Communtity Law Manual | Police powers | When you’re a suspect: Police need a court order

DNA samples: When you have to give a sample

When you’re a suspect: Police need a court order

If you’re a suspect in a police investigation and the police ask you for a DNA sample, you don’t have to give it to them. However, if you refuse, the police can apply to a judge for a court order requiring you to give the sample (a “compulsion order”).

What is a compulsion order and when can the police get one?

Criminal Investigations (Bodily Samples) Act 1995, s 13

A compulsion order is a court order that legally requires you to give the police a DNA sample.

The police can apply to a judge for a compulsion order sample if they have good reason to suspect you’ve committed a criminal offence for which you could be jailed, and you’ve refused to give them a sample. Only senior police officers can apply for these orders (an Inspector or higher).

The police have to send you a notice telling you they’ve applied for the order. You then have the right to go to court and argue against their application for the compulsion order; you can bring witnesses and evidence in your support if you want.

How will the judge decide whether to order a sample?

Criminal Investigations (Bodily Samples) Act 1995, s 16

The judge has to be satisfied of two main points before they can order you to give a DNA sample.

  • Case: [1994] 3 NZLR 450 (CA)

    First, the police must have reasonable grounds (“good cause”) to suspect you of the crime in the first place. This doesn’t mean the judge has to able to decide that you did in fact commit the crime or that there aren’t other possible explanations – there just have to be reasonable grounds for a reasonable person to suspect you of the crime. On the other hand, there needs to be something more than just a possibility that you committed the crime: it has to be likely that you did it.

  • Cases: High Court, Christchurch, M48/01, 15 Mar 2001 – High Court, Invercargill, CRI-2007-425-26, 19 Nov 2007

    Second, the police must have found some DNA at the crime scene and they must have a reasonable belief that this DNA came from whoever it was that committed the crime. It’s not enough that they just suspect or are speculating that the DNA came from the offender. For example, in one case the judge refused to make the compulsion order because the police hadn’t met this “reasonable belief” test: the police had found cigarette butts at the crime scene and wanted to check their suspect’s DNA against the DNA on the cigarettes, but the judge noted that the cigarette butts could have been dropped by passers-by. A judge might also refuse to make a compulsion order if other people have, or might have, handled the evidence since the crime was committed – for example, if the police didn’t seize the evidence until days after the crime was committed.

What happens if the judge makes a compulsion order?

Criminal Investigations (Bodily Samples) Act 1995, s 16

If the District Court judge orders you to give the police a DNA sample, the order will say when and where you have to go to give the sample. You can take a lawyer or a support person with you.

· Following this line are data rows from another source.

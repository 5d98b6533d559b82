"""Gases in a file whose values do not belong together: taken and marked, since nobody is there to ask."""

from __future__ import annotations

from collections.abc import Callable, Iterator, Sequence
from typing import TYPE_CHECKING

from core.record.channels import CHANNELS, Group
from core.record.entries import Action, Entry, NewEntry
from core.record.episode import Episode, build_episode
from core.record.instant import Instant
from core.record.knowledge import standing
from core.record.message import Message
from core.record.reading import Reading
from core.record.settings import SettingsInForce
from storage.store import Store

if TYPE_CHECKING:
    from core.judgement.policy import Policy


def gas_row_doubts(
    entries: Sequence[NewEntry], combined: Callable[[str], list[Entry]], existing: Store | None
) -> Iterator[tuple[int, Message]]:
    """The doubts that a file's gas rows raise, each with the index of a row to mark.

    `combined` gives an episode's whole record, the file's rows among it.
    """
    samples: dict[tuple[str, Instant], list[int]] = {}
    for i, e in enumerate(entries):
        known = CHANNELS.get(e.channel)
        if known is not None and known.group is Group.GAS and e.action is Action.ASSERT:
            samples.setdefault((e.episode, e.at), []).append(i)
    if not samples:
        return
    from core.judgement.entry_doubts import gas_doubts

    policy = _policy(existing)
    episodes: dict[str, tuple[Episode, SettingsInForce]] = {}
    for (key, at), rows in samples.items():
        if key not in episodes:
            episode = build_episode(key, standing(combined(key)))
            episodes[key] = (episode, SettingsInForce(episode))
        episode, settings = episodes[key]
        readings = [_reading(entries[i]) for i in rows]
        already = next((g for g in episode.gases if g.at == at), None)
        for message in gas_doubts(readings, settings.at(at), policy, already):
            for i in rows:
                yield i, message


def _policy(existing: Store | None) -> Policy:
    from core.judgement.policy import read_policy, shipped_policy

    stored = existing.policy() if existing is not None else None
    return shipped_policy() if stored is None else read_policy(stored[1])


def _reading(e: NewEntry) -> Reading:
    return Reading(CHANNELS[e.channel], e.number, e.words, e.raw, e.raw_unit, e.decimals)
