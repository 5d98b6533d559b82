"""When something was observed, as FHIR states it. A date is no moment; a span is taken at its start, in doubt."""

from __future__ import annotations

import re

from core.record import instant
from core.record.instant import MINUTE, Instant
from core.record.message import Message, refuse
from storage.intake.fhir_json import Json, child, text
from storage.intake.findings import CLOCK_LEAD

_DATE_ONLY = re.compile(r"\d{4}(-\d{2}(-\d{2})?)?")
LONGEST = 15 * MINUTE
"""A span up to this counts as a moment (common practice, no source)."""


def observed_at(resource: Json, now: Instant) -> tuple[Instant | None, tuple[Message, ...]]:
    """The moment of an observation, and what is doubtful about it; None where it states none.

    Raises:
        RecordError: `time.date_only`, `time.not_a_moment`, `instant.*`.
    """
    for name in ("effectiveDateTime", "effectiveInstant"):
        if text(resource, name):
            return moment(text(resource, name), now), ()
    if "effectiveTiming" in resource:
        raise refuse("time.not_a_moment", value="effectiveTiming", accepted="effectiveDateTime, Instant or Period")
    period = child(resource, "effectivePeriod")
    start, end = text(period, "start"), text(period, "end")
    if not start and not end:
        return None, ()
    if not start:
        raise refuse("time.not_a_moment", value=f"until {end}"[:80], accepted="a period with its start")
    began = moment(start, now)
    if not end or _DATE_ONLY.fullmatch(end):
        return began, () if not end else (_long(start, end),)
    ended = instant.parse(end)
    if ended < began:
        raise refuse("entry.span_backwards", value=end[:80], accepted="an end at or after the start")
    return began, () if ended - began <= LONGEST else (_long(start, end),)


def _long(start: str, end: str) -> Message:
    return Message("time.start_of_span", {"start": start[:40], "end": end[:40]})


def moment(shown: str, now: Instant) -> Instant:
    """One moment with its offset, not ahead of the clock.

    Raises:
        RecordError: `time.date_only`, `instant.*`.
    """
    if _DATE_ONLY.fullmatch(shown.strip()):
        raise refuse("time.date_only", value=shown[:80], accepted="date and time to the minute")
    at = instant.parse(shown)
    if at > now + CLOCK_LEAD:
        raise refuse("instant.in_future", value=shown[:80], now=instant.iso_second(now),
                     accepted="at most 5 min ahead of the clock")  # fmt: skip
    return at
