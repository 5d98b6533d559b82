"""Gathers how the numbers of a spreadsheet are shown, event by event, while the guard reads its parts."""

from __future__ import annotations

import re
from collections.abc import Mapping

from storage.intake.sheet_formats import GENERAL, PERCENT, SheetFormats, ShownCells, decimals_as_shown

_CELL = re.compile(r"([A-Z]{1,3})([1-9][0-9]{0,6})")
_MOST = 2_000_000
_MOST_STYLES = 70_000
_MOST_REPEATED = 4_096
_MOST_TEXT = 80


class NumberWatch:
    """Is told of every element of one part; what it learns goes to `formats`."""

    def __init__(self, part: str, formats: SheetFormats) -> None:
        self._part, self._formats = part, formats
        self._is_sheet = part.startswith("xl/worksheets/") and part.endswith(".xml")
        self._is_ods = part == "content.xml"
        self._in_styles = False
        self._cells = formats.cells.setdefault(part, ShownCells()) if self._is_sheet else ShownCells()
        self._table = self._row = self._column = 0
        self._rows, self._repeat = 1, 1
        self._value: float | None = None
        self._percent, self._shown = False, ""

    def start(self, local: str, attributes: Mapping[str, str]) -> None:
        """An element begins."""
        if self._is_sheet:
            self._start_in_sheet(local, attributes)
        elif self._is_ods:
            self._start_in_ods(local, attributes)
        elif local == "xf" and self._in_styles and len(self._formats.styles) < _MOST_STYLES:
            self._formats.styles.append(_number(attributes.get("numFmtId", "0")))
        elif local == "cellXfs":
            self._in_styles = True
        elif local == "numFmt" and len(self._formats.codes) < _MOST_STYLES:
            self._formats.codes[_number(attributes.get("numFmtId", "0"))] = attributes.get("formatCode", "")[:200]
        elif local == "sheet":
            of = next((v for k, v in attributes.items() if k.rpartition(":")[2] == "id" and k != "id"), "")
            self._formats.sheets[attributes.get("name", "")] = of
        elif local == "Relationship" and self._part == "xl/_rels/workbook.xml.rels":
            self._formats.targets[attributes.get("Id", "")] = attributes.get("Target", "")

    def end(self, local: str) -> None:
        """An element ends."""
        if local == "cellXfs":
            self._in_styles = False
        elif self._is_ods and local == "table-cell":
            self._end_cell()
        elif self._is_ods and local == "table-row":
            self._row += self._rows - 1

    def text(self, data: str) -> None:
        """Text inside an element of ODS."""
        if self._value is not None and len(self._shown) < _MOST_TEXT:
            self._shown += data[:_MOST_TEXT]

    def _start_in_sheet(self, local: str, attributes: Mapping[str, str]) -> None:
        if local == "row":
            self._row, self._column = _number(attributes.get("r", str(self._row + 1))), 0
        if local != "c":
            return
        found = _CELL.fullmatch(attributes.get("r", ""))
        self._column = _letters(found[1]) if found else self._column + 1
        if attributes.get("t", "n") == "n" and len(self._cells.rows) < _MOST:
            self._cells.add(self._row, self._column, _number(attributes.get("s", "0")))

    def _start_in_ods(self, local: str, attributes: Mapping[str, str]) -> None:
        if local == "table":
            self._table, self._row = self._table + 1, 0
            self._cells = self._formats.cells.setdefault(str(self._table), ShownCells())
        elif local == "table-row":
            self._row, self._column, self._repeat = self._row + 1, 0, 0
            self._rows = _number(attributes.get("table:number-rows-repeated", "1"))
        elif local in ("table-cell", "covered-table-cell"):
            self._column += self._repeat
            self._repeat = _number(attributes.get("table:number-columns-repeated", "1"))
            kind = attributes.get("office:value-type", "")
            self._percent, self._shown, self._value = kind == "percentage", "", None
            if kind in ("float", "percentage"):
                self._value = _float(attributes.get("office:value", ""))

    def _end_cell(self) -> None:
        value, self._value = self._value, None
        if value is None:
            return
        shown = decimals_as_shown(self._shown, value * 100 if self._percent else value)
        shown += PERCENT if self._percent and shown != GENERAL else 0
        first = self._column + 1
        for row in range(self._row, self._row + min(self._rows, _MOST_REPEATED)):
            for column in range(first, first + min(self._repeat, _MOST_REPEATED)):
                if len(self._cells.rows) >= _MOST:
                    return
                self._cells.add(row, column, shown)


def _number(text: str) -> int:
    return int(text) if text.isascii() and text.isdigit() and len(text) < 8 else 0


def _float(text: str) -> float | None:
    try:
        return float(text)
    except ValueError:
        return None


def _letters(text: str) -> int:
    column = 0
    for letter in text:
        column = column * 26 + ord(letter) - 64
    return column
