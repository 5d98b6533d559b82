"""Lays out the pages of a handover: what stands where, and how it is made to fit."""

from __future__ import annotations

from collections.abc import Iterator
from dataclasses import dataclass, replace

from app.sheet.blocks import (
    Block,
    Column,
    Facts,
    Heading,
    RuledBox,
    Signatures,
    Table,
    Text,
    TierMark,
    draw_all,
    height_of,
)
from app.sheet.chart_print import ChartBlock
from app.sheet.content import EpisodePage, FlagLine
from app.sheet.gas_table import HEADINGS, GasRow
from app.sheet.press import BODY, SMALL, STRONG, Align, Press

SCALES = (1.0, 0.96, 0.92, 0.88, 0.84, 0.8, 0.77, 0.74)
LEAST_CHART, GOOD_CHART, MOST_CHART = 118.0, 150.0, 215.0
_SMALL_PRINT = 0.86
"""Print is made this small before the chart is made less high."""
_CHART_KEY = "grey bands: pH 7.35 to 7.45, SpO2 target; dashed: changes; hollow: doubtful"
_FEWEST_CHANGES = 4
_FEWEST_GASES = 3


@dataclass(frozen=True, slots=True)
class Fitted:
    """An episode's page as it fits: its scale, its blocks above and under the chart, and the chart's height."""

    scale: float
    upper: tuple[Block, ...]
    chart: ChartBlock
    lower: tuple[Block, ...]
    remark: RuledBox
    remark_high: float


def fit_episode(
    page: EpisodePage, press: Press, width: float, high: float, unit: str, signed: Signatures
) -> Fitted:
    """Make an episode's page fit its height: the largest scale that does, then fewer of the oldest rows."""
    reduced = page
    while True:
        for scale in SCALES:
            fitted = _at_scale(reduced, press.at_scale(scale), width, high, unit, signed)
            if fitted is not None:
                return fitted
        fewer = _fewer(reduced)
        if fewer is None:
            return _forced(reduced, press.at_scale(SCALES[-1]), width, unit)
        reduced = fewer


def _at_scale(
    page: EpisodePage, press: Press, width: float, high: float, unit: str, signed: Signatures
) -> Fitted | None:
    upper, lower = tuple(upper_blocks(page)), tuple(lower_blocks(page, unit))
    remark = RuledBox(page.remark)
    fixed = height_of(upper, press, width) + height_of(lower, press, width) + signed.height(press, width)
    heading = Heading("Remark").height(press, width)
    room = high - fixed - heading - remark.height(press, width)
    if room < (GOOD_CHART if press.scale > _SMALL_PRINT else LEAST_CHART):
        return None
    chart = min(room, MOST_CHART)
    return Fitted(press.scale, upper, ChartBlock(page.chart, chart), lower, remark,
                  remark.height(press, width) + room - chart)  # fmt: skip


def _forced(page: EpisodePage, press: Press, width: float, unit: str) -> Fitted:
    upper, lower = tuple(upper_blocks(page)), tuple(lower_blocks(page, unit))
    remark = RuledBox(page.remark)
    return Fitted(press.scale, upper, ChartBlock(page.chart, LEAST_CHART), lower, remark, remark.height(press, width))


def _fewer(page: EpisodePage) -> EpisodePage | None:
    """The page with one of its oldest rows less; None where nothing may go. What was left out is said."""
    if len(page.changes) > _FEWEST_CHANGES:
        return replace(page, changes=page.changes[1:], left_out_changes=page.left_out_changes + 1)
    closed = [f for f in page.flags if not f.is_open]
    if closed:
        flags = tuple(f for f in page.flags if f is not closed[-1])
        return replace(page, flags=flags, left_out_flags=page.left_out_flags + 1)
    if len(page.gases) > _FEWEST_GASES:
        return replace(page, gases=page.gases[1:], left_out_gases=page.left_out_gases + 1)
    if len(page.to_check) > 1:
        return replace(page, to_check=page.to_check[:-1], left_out_checks=page.left_out_checks + 1)
    return None


def upper_blocks(page: EpisodePage) -> Iterator[Block]:
    """What stands over the chart: facts, settings now, changes with their responses."""
    yield Facts(page.facts)
    yield Heading("Settings now")
    yield Text(page.settings, STRONG)
    yield Heading("Changes this shift and their responses", _left_out(page.left_out_changes, "earlier change"))
    if page.changes:
        columns = (Column("When", 11), Column("What", 40), Column("What it did", 60))
        rows = [(c.at, c.what, c.response) for c in page.changes]
        yield Table(columns, rows)
    else:
        yield Text("No change of settings recorded this shift.")
    yield Heading("The shift on one clock", _CHART_KEY)


def lower_blocks(page: EpisodePage, unit: str) -> Iterator[Block]:
    """What stands under the chart: gases, leak, flags, due, care, plan."""
    units = f"Gases (pressures in {unit}; HCO3 in mmol/L, c: calculated)"
    yield Heading(units, _left_out(page.left_out_gases, "gas"))
    if page.gases:
        yield gas_table(page.gases)
    else:
        yield Text("No gas recorded this shift or before it.")
    yield Heading("Leak and interface")
    yield Text(page.leak)
    yield Heading("Flags", _left_out(page.left_out_flags, "settled flag"))
    if page.flags:
        for flag in page.flags:
            yield from flag_blocks(flag)
    else:
        yield Text("No flag was open or raised this shift.")
    yield Heading("Due in the next 4 h")
    yield from [Text(d) for d in page.due] or [Text("Nothing is due.")]
    yield Heading("Plan and care")
    told = "; ".join(page.told) or "nobody recorded as told"
    yield Facts((("Plan", page.plan), ("Jobs not done", page.jobs), ("Told", told), *page.care), 2)
    if page.to_check:
        yield Heading("To check", _left_out(page.left_out_checks, "more"))
        yield from (Text(t, SMALL) for t in page.to_check)


def flag_blocks(flag: FlagLine) -> Iterator[Block]:
    """One flag: its head, evidence and source."""
    tier, _, head = flag.head.partition(" ")
    yield TierMark(tier.lower(), head, STRONG if flag.is_open else BODY)
    yield Text(f"{flag.evidence} {flag.source}".strip(), SMALL, 59)


def gas_table(gases: tuple[GasRow, ...]) -> Table:
    """The gases with their differences."""
    shares = (8, 6, 17, 17, 9, 9, 8, 9, 22, 33)
    right = {2, 3, 4, 5, 6, 7}
    columns = [Column(h, s, Align.RIGHT if n in right else Align.LEFT)
               for n, (h, s) in enumerate(zip(HEADINGS, shares, strict=True))]  # fmt: skip
    rows = [
        (g.at, g.site, _with(g.ph, g.delta_ph), _with(g.paco2, g.delta_paco2), g.pao2, g.hco3, g.pf, g.fio2,
         g.state + (" (before)" if g.is_before else ""), g.verdict)
        for g in gases
    ]  # fmt: skip
    quiet = frozenset(n for n, g in enumerate(gases) if g.is_before)
    return Table(columns, rows, quiet)


def _with(value: str, delta: str) -> str:
    return f"{value} ({delta})" if delta else value


def _left_out(count: int, what: str) -> str:
    if not count:
        return ""
    plural = what if count == 1 or what == "more" else f"{what}s" if not what.endswith("s") else f"{what}es"
    return f"{count} {plural} not shown: see the record"


def draw_episode(
    fitted: Fitted, press: Press, x: float, y: float, width: float, bottom: float, signed: Signatures
) -> None:
    """Draw a fitted page between `y` and `bottom`."""
    at = press.at_scale(fitted.scale)
    y = draw_all(fitted.upper, at, x, y, width)
    fitted.chart.draw(at, x, y, width)
    y = draw_all(fitted.lower, at, x, y + fitted.chart.high, width)
    heading = Heading("Remark", "" if fitted.remark.words else "none typed; room to write by hand")
    heading.draw(at, x, y, width)
    y += heading.height(at, width)
    top_of_signatures = bottom - signed.height(at, width)
    fitted.remark.draw_high(at, x, y, width, max(fitted.remark_high, top_of_signatures - y))
    signed.draw(at, x, top_of_signatures, width)
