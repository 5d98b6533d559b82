"""Whose the rows of a table are: what stands in its column of episodes is a key, or what a ward calls a bed.

A bed's name is no key: the patient in it changes, and a name taken for a key would begin a second record beside the
patient's own. So a name that no episode has as its key, while the ward calls one that goes on so, is asked about.
"""

from __future__ import annotations

from collections.abc import Mapping

from core.record.instant import Instant
from core.record.labels import alike
from core.record.message import RecordError, refuse
from storage.intake.shared_labels import end_of_support, labels_of_open
from storage.store import Store

_MOST_KEY = 200
_MOST_NAMED = 3


def open_labels(existing: Store | None) -> dict[str, list[str]]:
    """The keys of the episodes that go on, by each label they bear or bore, as people compare labels."""
    found: dict[str, list[str]] = {}
    for key, label in dict.fromkeys(labels_of_open(existing)):
        found.setdefault(label, []).append(key)
    return found


class NamedEpisodes:
    """Finds episodes by what a table calls them. `said` is what a person says now: name to episode."""

    def __init__(self, existing: Store | None, said: Mapping[str, str]) -> None:
        self._existing, self._said = existing, dict(said)
        self._labels: dict[str, list[str]] | None = None
        self._found: dict[str, str | RecordError] = {}
        self._open: set[str] | None = None
        self._ended: dict[str, Instant | None] = {}
        self.unknown: dict[str, int] = {}
        """The names that a person has to answer for, each with how often it was met."""

    def episode(self, name: str) -> str:
        """The episode that a name means: what was said of it, the one of that key, or a new one.

        Raises:
            RecordError: `entry.no_episode`; `table.names_a_bed` where the ward calls an open episode so.
        """
        if name not in self._found:
            try:
                self._found[name] = self._find(name)
            except RecordError as error:
                self._found[name] = error
        found = self._found[name]
        if isinstance(found, RecordError):
            if found.message.key == "table.names_a_bed":
                self.unknown[name] = self.unknown.get(name, 0) + 1
            raise found
        return found

    def ended_at(self, key: str) -> Instant | None:
        """When the support of a known episode ended; None where it goes on, or nothing is recorded of it."""
        if self._existing is None:
            return None
        if self._open is None:
            self._open = set(self._existing.open_episode_keys())
        if key not in self._ended:
            over = key not in self._open and self._existing.has_episode(key)
            self._ended[key] = end_of_support(self._existing.entries(key), key) if over else None
        return self._ended[key]

    def _find(self, name: str) -> str:
        key = self._said.get(name, name)
        if not key or len(key) > _MOST_KEY:
            raise refuse("entry.no_episode", value=key[:80], accepted=f"a key of 1 to {_MOST_KEY} letters")
        if name in self._said or self._existing is None or self._existing.has_episode(key):
            return key
        if self._labels is None:
            self._labels = open_labels(self._existing)
        called = self._labels.get(alike(key))
        if called:
            raise refuse("table.names_a_bed", value=key, episodes=", ".join(called[:_MOST_NAMED]),
                         accepted="one of them, or a key of its own, said for this file")  # fmt: skip
        return key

Special rules about young people and compulsion orders

Criminal Investigations (Bodily Samples) Act 1995, ss 18, 21

If you’re under 18, there are some additional rules about when a judge can order you to give the police a DNA sample and about the process for this:

  • The type of offence – The criminal offence that you’re suspected of must be one that you could legally be charged with at your particular age (see youthlaw.co.nz for more information).
  • Notice to your parents – Your parents have to be given a copy of the application.
  • Who can go to the court hearing – The following people can go to court and give evidence to oppose any compulsion order being made: you; your lawyer (if you don’t have your own lawyer, the judge will appoint one for you); a lay advocate (this is a non-lawyer with mana or standing in your community who’s been appointed by the Youth Court to give you support); your parents and their lawyer; and anyone else who gets the judge’s permission to be there.